Exploring the Frontiers of AI, Space, and Technology

I'm Kathan Mehta, a Machine Learning expert and proud alumnus of Carnegie Mellon University. By day, I serve as the AI Lead at Satelytics, architecting and deploying cutting-edge AI for geospatial data analysis. I'm passionate about leveraging technology to create practical, impactful solutions and am always eager to connect with fellow innovators.

Kathan Nilesh Mehta

Professional Experience

Satelytics

AI Lead

Dec 2022 - Present

  • Leading end-to-end strategy for AI projects, overseeing planning, implementation, deployment, and continuous optimization of geospatial data processing workflows.
  • Driving a 30% improvement in model efficiency through advanced optimization techniques, enabling rapid data ingestion, processing, and delivery with minimal human intervention.
  • Mentoring a team of AI engineers, fostering a culture of innovation and technical excellence.

AI Engineer

Dec 2020 - Nov 2022

  • Developed and optimized preprocessing workflows for diverse satellite imagery, including monochromatic, multispectral, and hyperspectral data from platforms like Pleiades, WorldView, Sentinel, and PlanetScope.
  • Pioneered the development and automation of key geospatial algorithms for Methane Detection, Leak Detection, and identification of Invasive Grasses, improving detection accuracy by over 25%.
  • Engineered stereo DSM/DTM workflows for advanced tree height detection, health analysis, and comprehensive vegetation management solutions.
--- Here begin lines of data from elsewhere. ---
@dataclass(frozen=True)
class DocumentReview:
    """One reviewed text: what the scanner found in it and the findings, in document order."""

    text: str
    scanned: ScannedDocument
    findings: tuple[Finding, ...]
    stopped_at: int | None = None  # where a review given a time budget stopped; None: the whole note

    @cached_property
    def line_index(self) -> LineIndex:
        return LineIndex(self.text)

    @property
    def annotations(self) -> tuple[Annotation, ...]:
        return self.scanned.annotations

    def analyses_of(self, annotation: Annotation) -> tuple[SpeciesAnalysis, ...]:
        return analyses_of(annotation)

    @cached_property
    def _finding_starts(self) -> list[int]:
        return [finding.span.start for finding in self.findings]

    @cached_property
    def _longest_finding(self) -> int:
        return max((finding.span.end - finding.span.start for finding in self.findings), default=0)

    def annotation_at(self, offset: int) -> Annotation | None:
        """The first annotation (in document order) whose span holds ``offset``, ends included."""
        found = self.scanned.found
        # Annotations are sorted by start and do not overlap: only the last two starting at or before
        # ``offset`` can hold it, and of those the earlier wins when both touch it.
        last = bisect_right(self.scanned.starts, offset) - 1
        for index in range(max(last - 1, 0), last + 1):
            if found[index][0] <= offset <= found[index][1]:
                return self.scanned.annotation(index)  # only this one is made, not all of them
        return None

    def findings_in(self, span: Span) -> tuple[Finding, ...]:
        """Findings whose range overlaps ``span`` (touching counts, so empty ranges are found)."""
        # Findings are sorted by start; none is longer than the longest, which bounds where to look.
        first = bisect_left(self._finding_starts, span.start - self._longest_finding)
        stop = bisect_right(self._finding_starts, span.end)
        return tuple(f for f in self.findings[first:stop] if f.span.start <= span.end and span.start <= f.span.end)


def kind_of_path(path: str) -> DocumentKind:
    return "text" if path.lower().endswith(".txt") else "markdown"


class _Chemistry(NamedTuple):
    """What a review calls of the analyser and the rules, typed as they are."""

    analyse: Callable[[Formula], SpeciesAnalysis]
    reviewed_length: Callable[[str], int]  # how much of a note is reviewed (the rest: note-too-large)
    rules_for: Callable[[Claim | None], tuple[Rule, ...]]
    whole_note_findings: Callable[[str, int, Settings], list[Finding]]
    context: type[RuleContext]


@cache
def _chemistry() -> _Chemistry:
    """The analyser and the rules, imported once on first use (numpy and the isomer tables
    are not needed to start a server, only to review)."""
    from .. import chem
    from . import rules

    return _Chemistry(chem.analyse, rules.notation.reviewed_length, rules.rules_for, rules.whole_note_findings,
                      rules.RuleContext)


def analyses_of(annotation: Annotation) -> tuple[SpeciesAnalysis, ...]:
    analyse = _chemistry().analyse
    return tuple(analyse(formula) for formula in annotation.formulas)


def species_to_compute(scanned: ScannedDocument | DocumentReview) -> tuple[str, ...]:
    """Every species the annotations name, as written (``Formula.written``), each once, in document order.

    These are the keys of ``review_text``'s ``computed``: compute each (``GeometryPool.compute``
    takes the text as it is) and pass the results keyed by the same text.
    """
    found = scanned.scanned.found if isinstance(scanned, DocumentReview) else scanned.found
    seen: dict[str, None] = {}
    for entry in found:
        for formula in entry[4].formulas:
            seen.setdefault(formula.written, None)
    return tuple(seen)


Computed = Mapping[str, "ComputedSpecies"]


def review_text(
    text: str,
    kind: DocumentKind = "markdown",
    settings: Settings | None = None,
    more_time: Callable[[int], bool] | None = None,
    computed: Computed | None = None,
    memory: ReviewMemory | None = None,
) -> DocumentReview:
    """Every finding of ``text``.

    ``computed`` holds computed geometries (``notelsp.compute.ComputedSpecies``) keyed by the
    species as written in the annotations (``Formula.written``; :func:`species_to_compute` lists
    them).  Claims about species found there are also judged against the calculation; a species
    missing from it is judged by the rules alone.  The review never computes: results are an
    input, and the findings stay a function of the arguments (caches key on them).

    With ``more_time`` the review may stop early: it is asked before each further line
    holding annotations, with the offset of that line's start, and when it answers False
    the review ends there (``DocumentReview.stopped_at``).  Everything above is complete, and the
    whole-note rule ``review-continues`` marks the first line left out.  Whoever asks
    keeps the clock: the review itself stays a function of its arguments and the answers.

    ``memory``: what earlier reviews left to reuse (see :class:`ReviewMemory`); its owner is the
    analysis host.  Without it nothing is reused from, or kept for, another call.
    """
    settings = settings or Settings()
    computed = computed or {}
    memory = memory or ReviewMemory()
    key = (text, kind, settings, _computed_key(computed))
    finished = memory.finished.get(key)
    if finished is not None:
        return finished
    rules = _chemistry()
    reviewed = rules.reviewed_length(text)
    scanned_text = text if reviewed == len(text) else text[:reviewed]
    reviews, placed = memory.reviews_for(settings)
    findings: list[Finding] = []
    stopped_at = None
    if more_time is None:
        scanned = scan(scanned_text, kind, memory.blocks)
        _review_found(scanned.found, text, settings, reviews, placed, findings, computed)
    else:
        found: list[Found] = []
        for piece in scan_pieces(scanned_text, kind, memory.blocks):
            if found:
                line_start = text.rfind("\n", 0, piece[0][0]) + 1
                # Stop only where nothing reviewed lies on the line: at its start.
                if line_start >= found[-1][1] and not more_time(line_start):
                    stopped_at = reviewed = line_start
                    break
            _review_found(piece, text, settings, reviews, placed, findings, computed)
            found.extend(piece)
        scanned = ScannedDocument(tuple(found))
    # Each annotation's findings are sorted and lie inside it, and annotations neither overlap
    # nor touch: in document order the findings are sorted already.
    whole_note = rules.whole_note_findings(text, reviewed, settings)
    if whole_note:
        findings.extend(whole_note)
        findings.sort(key=_ORDER)
    review = DocumentReview(text, scanned, tuple(findings), stopped_at)
    if stopped_at is None:
        memory.keep_finished(key, review)
    return review


def review_around(text: str, kind: DocumentKind, settings: Settings, span: Span,
                  computed: Computed | None = None, memory: ReviewMemory | None = None) -> DocumentReview:
    """The review of only the annotations ``span`` touches (for hover and code actions).

    The complete review when one of this text is at hand; otherwise only the pieces
    (segments, bonding-block lines) holding the span are scanned and reviewed, so asking
    about one annotation never waits for a whole large note.  ``computed``: as for
    :func:`review_text`, and so is ``memory``.
    """
    computed = computed or {}
    memory = memory or ReviewMemory()
    finished = memory.finished.get((text, kind, settings, _computed_key(computed)))
    if finished is not None:
        return finished
    rules = _chemistry()
    scanned_text = text[: rules.reviewed_length(text)]
    reviews, placed = memory.reviews_for(settings)
    found: list[Found] = []
    for piece in scan_pieces_around(scanned_text, kind, span.start, span.end, memory.blocks):
        found.extend(f for f in piece if f[0] <= span.end and span.start <= f[1])
    findings: list[Finding] = []
    _review_found(found, text, settings, reviews, placed, findings, computed)
    return DocumentReview(text, ScannedDocument(tuple(found)), tuple(findings), None)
Carnegie Mellon University

Graduate Research Assistant - Biomedical Image Guidance Lab

Jan 2020 - Nov 2020

  • Led a research project on needle tip localization in Ultrasound images, applying both classical computer vision and novel Deep Learning approaches to track needle paths and speckle patterns.
  • Contributed to the paper "Ultrasound-Based Tracking Of Partially In-Plane, Curved Needles," published in the 2021 IEEE International Symposium on Biomedical Imaging (ISBI).
  • Developed a Deep Learning algorithm for detecting signs of Diabetic Retinopathy in retinal fundus images, contributing to early-stage disease identification research.

Education

CMU

Carnegie Mellon University

Master of Science - MS, Electrical & Computer Engineering

2019 - 2020

UC

University of the Cumberlands

Master of Business Administration - MBA

2023 - 2024

DJS

Dwarkadas J. Sanghvi College of Engineering

Bachelor of Engineering - BE, Electrical, Electronic and Communications Engineering

2014 - 2018

Featured Projects

Image Colorization using CNNs

Developed a CNN-based deep model combining low-level local features and high-level global features to colorize grayscale images.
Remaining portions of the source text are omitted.